In particular it's hard to tell if any particular fork is just a one man hobby
project, a fork of a fork, or has any significant work behind it.

Of course the big one is LineageOS, but they seem to make specific phone
images, mostly for high-end phones, rather than generic system images for my
low-end phone.

The list of generic system images is extremely long and not all that helpful:
[https://github.com/phhusson/treble_experimentations/wiki/Gen...](https://github.com/phhusson/treble_experimentations/wiki/Generic-
System-Image-%28GSI%29-list)

I ended up chosing phh-treble because it doesn't add any BS, promises quick
updates, and serves as a base for many other roms, lending it some
reliability. It's pretty much AOSP with hardware fixes.

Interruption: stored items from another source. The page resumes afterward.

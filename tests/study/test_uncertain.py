"""Draws of uncertain inputs: their moments are those of the distributions, each stratum is hit once, seeds decide."""

from __future__ import annotations

import numpy as np
import pytest
from scipy import stats

from retrofit.study.spread import Spread
from retrofit.study.uncertain import Uncertain, counted_inputs, physical_inputs, sample, stratified

LIMITS = Spread(2.0, 3.0, 7.0)


def an_input(key: str = "duty.evaporating", *, is_triangular: bool = False) -> Uncertain:
    """Return an input with lopsided limits."""
    return Uncertain(key, "An input", "", LIMITS, "case", "a test", is_triangular)


def test_moments_of_a_rectangular_input():
    """Mean (a + b) / 2 and variance (b - a)^2 / 12: JCGM 100:2008, 4.3.7.

    Stratified draws miss them by far less than the 1 / sqrt(n) of plain draws: 1e-3 is a few strata's width.
    """
    drawn = sample([an_input()], 2000, 1).values["duty.evaporating"][1:2001]

    assert drawn.mean() == pytest.approx(4.5, rel=1e-3)
    assert drawn.var() == pytest.approx(25.0 / 12.0, rel=1e-3)
    assert (drawn.min(), drawn.max()) == pytest.approx((2.0, 7.0), abs=0.01)


def test_a_triangular_input_has_the_distribution_of_a_statistics_library():
    """Values at given shares, mean and variance are those of scipy.stats.triang."""
    reference = stats.triang(c=0.2, loc=2.0, scale=5.0)
    shares = np.linspace(0.001, 0.999, 200)
    drawn = sample([an_input(is_triangular=True)], 2000, 1).values["duty.evaporating"][1:2001]

    assert an_input(is_triangular=True).at(shares) == pytest.approx(reference.ppf(shares), rel=1e-9)
    assert drawn.mean() == pytest.approx(reference.mean(), rel=1e-3)
    assert drawn.var() == pytest.approx(reference.var(), rel=5e-3)


def test_each_stratum_is_hit_once():
    """The property that makes a Latin hypercube: of n equal parts each holds one of n draws."""
    shares = stratified(500, 7, "duty.condensing")

    assert sorted(np.floor(shares * 500)) == list(range(500))


def test_seed_and_key_alone_decide():
    """The same seed gives the same draws, another one others; further inputs change nothing of an input's draws."""
    alone = sample([an_input()], 100, 3).values["duty.evaporating"][1:101]
    beside = sample([an_input("duty.condensing"), an_input()], 100, 3).values
    other = sample([an_input()], 100, 4).values["duty.evaporating"][1:101]

    assert np.array_equal(alone, beside["duty.evaporating"][1:101])
    assert not np.array_equal(alone, other)
    assert abs(np.corrcoef(beside["duty.evaporating"][1:101], beside["duty.condensing"][1:101])[0, 1]) < 0.3


def test_rows_hold_base_draws_and_limits():
    """Row 0 is the base; behind the draws each input stands at its limits while the others keep their base."""
    rows = sample([an_input("a.b"), an_input("c.d")], 10, 1)
    low, high = rows.limits(1)

    assert rows.rows == 1 + 10 + 4
    assert (rows.values["a.b"][0], rows.values["c.d"][0]) == (3.0, 3.0)
    assert (rows.values["c.d"][low], rows.values["c.d"][high]) == (2.0, 7.0)
    assert (rows.values["a.b"][low], rows.values["a.b"][high]) == (3.0, 3.0)
    assert list(rows.pick("e.f", Spread(1.0, 2.0, 3.0))) == [2.0] * rows.rows


def test_the_case_goes_before_what_is_usual(rack_of, usual_year):
    """A plus or minus of the case is taken as it is; other inputs take what is usual, and say so."""
    case = rack_of(usual_year, '[plus_minus]\nduty.evaporating = "0.5 K"\n')
    found = {item.key: item for item in physical_inputs(case)}

    assert found["duty.evaporating"].spread == pytest.approx((264.65, 265.15, 265.65))
    assert found["duty.evaporating"].origin == "case"
    assert found["duty.condensing"].origin == "assumed"
    assert "our own" in found["duty.condensing"].why
    assert "compressor.swept_volume" not in found  # a nameplate, and no plus or minus given


def test_nothing_goes_below_zero_or_above_one(rack_of, usual_year):
    """A subcooling of 0.5 K plus or minus 1 K begins at 0; an efficiency of 98 % plus or minus 5 points ends at 1."""
    case = rack_of()
    changed = case.compressor.model_copy(update={"volumetric_efficiency": 0.98})
    duty = case.duty.model_copy(update={"subcooling_K": 0.5})
    object.__setattr__(case, "compressor", changed)
    object.__setattr__(case, "duty", duty)
    found = {item.key: item for item in physical_inputs(case)}

    assert found["duty.subcooling"].spread == pytest.approx((0.0, 0.5, 1.5))
    assert found["compressor.volumetric_efficiency"].spread == pytest.approx((0.93, 0.98, 1.0))


def test_sums_with_low_base_and_high_are_triangular(rack_of, usual_year, money):
    """A range of the case is its own spread; a single price has the usual one or none."""
    counted = {"money.tariff": Spread(0.15, 0.18, 0.24), "money.change.labour": Spread(6000.0, 6000.0, 6000.0)}
    found = {item.key: item for item in counted_inputs(rack_of(usual_year, money), counted)}

    assert found["money.tariff"].is_triangular
    assert found["money.tariff"].spread == (0.15, 0.18, 0.24)
    assert "money.change.labour" not in found
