def test_load_is_a_line_between_base_and_peak(rack_of):
    """By hand: at 17.5 degC, half way from 5 to 30 degC, 0.5 (60 + 105) kW = 82.5 kW, and 2 kW of defrost heat."""
    case = rack_of(ALWAYS.format(load="105 kW").replace("32 degC", "17.5 degC") + (
        'base_load = "60 kW"\nbase_at = "5 degC"\npeak_at = "30 degC"\ndefrost_power = "2 kW"\n'
    ))  # fmt: skip

    assert asked_of(case).load_W == pytest.approx(84.5e3)


def test_a_hotter_year_and_a_larger_load_cost_more(rack_of, usual_year):
    """The same plant takes more electricity in a warmer year, and with more to cool."""
    usual = year_of(rack_of(), "R448A").energy_J

    assert year_of(rack_of(usual_year.replace("14 degC", "17 degC")), "R448A").energy_J > 1.02 * usual
    assert year_of(rack_of(usual_year.replace("60 kW", "70 kW")), "R448A").energy_J > 1.02 * usual


def test_head_pressure_held_higher_costs_more_and_is_held(rack_of, usual_year):
    """A control that keeps condensing at 35 instead of 28 degC costs electricity; without one, condensing floats."""
    high, floating = usual_year.replace("28 degC", "35 degC"), usual_year.replace('lowest_condensing = "28 degC"', "")
    runs = [year_of(rack_of(year), "R448A") for year in (high, usual_year, floating)]
    coldest = [run.map.p_cond_Pa[0, 0] for run in runs]

    assert runs[0].compressor_J > 1.05 * runs[1].compressor_J > 1.05 * runs[2].compressor_J
    R448A = fluid("R448A")
    means = [0.5 * float(R448A.dew(p).T_K + R448A.bubble(p).T_K) for p in coldest]
    assert means[:2] == pytest.approx([308.15, 301.15], abs=1e-6)
    assert means[2] < 295.0


def test_set_point_of_the_control_holds_the_same_mean_temperature(rack_of, usual_year):
    """A head pressure set today is a mean condensing temperature, the same for every refrigerant."""
    year = usual_year.replace('lowest_condensing = "28 degC"', "") + '[controls]\nhead_pressure = "12 bar g"\n'
    R404A = fluid("R404A")
    p_Pa = 12e5 + 101_325.0

    found = lowest_condensing_K(rack_of(year), R404A)

    assert found == pytest.approx(0.5 * float(R404A.dew(p_Pa).T_K + R404A.bubble(p_Pa).T_K))


def test_too_small_a_plant_leaves_load_unmet(rack_of, usual_year):
    """With more load than it carries the plant runs all the time, and what it lacks is told in hours and kWh."""
    run = year_of(rack_of(usual_year.replace("105 kW", "170 kW")))

    assert 100 < run.unmet_h < 8760
    assert run.unmet_J > 0
    assert run.not_solved_h == 0


def test_a_colder_year_of_heating_costs_more(rack_of):
    """A plant that serves heat from its condenser takes more electricity where it is colder, at a worse COP."""
    cold, mild = (year_of(rack_of(HEATING.format(mean=mean)), "R448A") for mean in (4, 9))

    assert cold.energy_J > 1.1 * mild.energy_J
    assert cold.compressor_cop < mild.compressor_cop
    assert mild.compressor_cop > 1.0


@pytest.mark.parametrize("control", ["", 'speed = "variable"\nlowest_speed = "40 %"'])
def test_heat_is_cooling_and_power(rack_of, control):
    """At one condition, heat delivered is what the condenser gives off: cooling, line heat and power together."""
    constant = 'serves = "heating"\ncondenser_follows = "constant"\n'
    case = rack_of(ALWAYS.format(load="60 kW") + constant, compressor=control)
    run = year_of(case, "R448A")

    assert run.delivered_J == pytest.approx(60e3 * 8760 * HOUR_S)
    assert run.compressor_cop > 1.0 + 1.0  # heating COP is cooling COP and 1, and more with heat of the line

That said, it doesn't do some pretty basic things like automatic brightness
and night mode, or a PIN timeout. So maybe that's eventually drive me to try
another ROM...

------
solarengineer
Of related interest: [http://nexdock.com/](http://nexdock.com/)

Connect your USB-C phones which support Desktop Mode, and the apps in them can
be used in the laptop shell.

They depend upon phones that short this via Android Q. They are tracking other
projects such as OXI, MaruOS, and Librem to ensure compatibility.

------
k_sze
I think it would be interesting to get this running on DLT One
([https://hackaday.io/project/164845-dlt-one-a-damn-linux-
tabl...](https://hackaday.io/project/164845-dlt-one-a-damn-linux-tablet))

Does /e/ _require_ a phone? Or would it work with a tablet as well?

------
csagan5
> /e/ has modified the source code of various parts of AOSP and Chromium web
> browser to stop informing Google (and the NSA as a consequence of CLOUD Act)
> of user activity.

The article is incorrect also about the browser: it is simply packing a re-
branded Bromite browser.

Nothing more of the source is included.